I've been learning about butcher tables and am having some difficulty understanding how to translate them when it comes to implicit methods. Specifically, I'm looking at backwards Euler:

\begin{array} {c|c} 1&1 \\ \hline & 1 \end{array}

Now generally, I am aware of how implicit methods work. A to-be-determined value lies on both sides of the equal sign and must be solved for algebraically:

$y_{n+1} = y_n + hf(t_{n+1}, y_{n+1})$

But what I am having a hard time figuring out is the notation when it comes to finding $k_i$ values from a butcher table in the implicit case.

What I got is this:

$$k_1 = hf(t_n + h, y + hk_1)\\ y_{n+1} = y_n + k_1$$

Am I to assume that $y + hk_1 = y_{n+1}$? If that is the case, how am I to understand the value of $k_1$ algorithmic-ally? It is an unknown, and appears twice. I am trying to learn how to turn Butcher tableaus into code, and this one is confusing me. The higher order explicit methods make sense to me though!


1 Answer 1


To fix notation, denote the Butcher tableau by $$ \begin{array}{c|c} c & A\\ \hline & b^T \end{array} $$ where $b$ and $c$ are vectors of length $s$ (the number of stages) and $A$ is a $s \times s$ matrix.

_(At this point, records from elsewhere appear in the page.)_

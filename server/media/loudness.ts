// Loudness after EBU R 128 as ffmpeg's ebur128 filter sums it up, and the gain that follows from it.
export type Loudness = {
  /** -70 when too short or too quiet to measure (the absolute gate of ITU-R BS.1770). */
  integratedLufs: number
  truePeakDb: number
  gainDb: number
}

/** Moderate on purpose: a study room is listened to for hours. */
const targetLufs = -18
const truePeakCeilingDb = -1
const gateLufs = -70
/** What stands in for the peak of pure silence, whose logarithm has no value. */
const silentPeakDb = -120

const round = (value: number): number => Math.round(value * 10) / 10 + 0

/** Gain in dB, towards -18 LUFS but never lifting the true peak above -1 dBTP. */
export const gainFor = (integratedLufs: number, truePeakDb: number): number => {
  const wanted = integratedLufs <= gateLufs ? 0 : targetLufs - integratedLufs
  return round(Math.floor(Math.min(wanted, truePeakCeilingDb - truePeakDb) * 10 + 1e-6) / 10)
}

/** Filter that measures what passes and says the sums at the end, on the info log level. */
export const loudnessFilter = 'ebur128=peak=true:framelog=verbose'

/** Reads the filter's summary; undefined when it is not there. */
export const readLoudness = (log: string): Loudness | undefined => {
  const summary = log.slice(log.lastIndexOf('Summary:'))
  const integrated = /\bI:\s+(-?[\d.]+|-inf|nan) LUFS/.exec(summary)?.[1]
  const peak = /\bPeak:\s+(-?[\d.]+|-inf|nan) dBFS/.exec(summary)?.[1]
  if (integrated === undefined || peak === undefined) return undefined
  const finite = (text: string, otherwise: number) => (Number.isFinite(Number(text)) ? Number(text) : otherwise)
  const integratedLufs = Math.max(gateLufs, finite(integrated, gateLufs))
  // The summary rounds to a tenth: the peak may be half of one higher than it says.
  const truePeakDb = finite(peak, silentPeakDb)
  return { integratedLufs, truePeakDb, gainDb: gainFor(integratedLufs, truePeakDb + 0.05) }
}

Consider the ODE $$ y' = f(t, y) $$ and suppose that $y_n$ is a given approximation to $y$ at time $t = t_n$.

A general Runge-Kutta method (explicit or implicit) can be written as \begin{align} k_i &= f\left( t_n + \Delta t c_i, y_n + \Delta t \sum_{j=1}^s a_{ij} k_j \right), \tag{1} \\ y_{n+1} &= y_n + \Delta t \sum_{i=1}^s b_i k_i. \tag{2} \end{align} Advancing from $y_n$ to $y_{n+1}$ first requires finding the values $k_i$ for $1 \leq i \leq s$ using equation (1), and then computing $y_{n+1}$ using (2).

Note that if the method is explicit, then the matrix $A$ is strictly lower triangular, and each $k_{i}$ can be computed using $k_1, \ldots, k_{i-1}$ without solving a system of equations. On the other hand, if the method is implicit, then finding each $k_i$ will require solving a system of equations.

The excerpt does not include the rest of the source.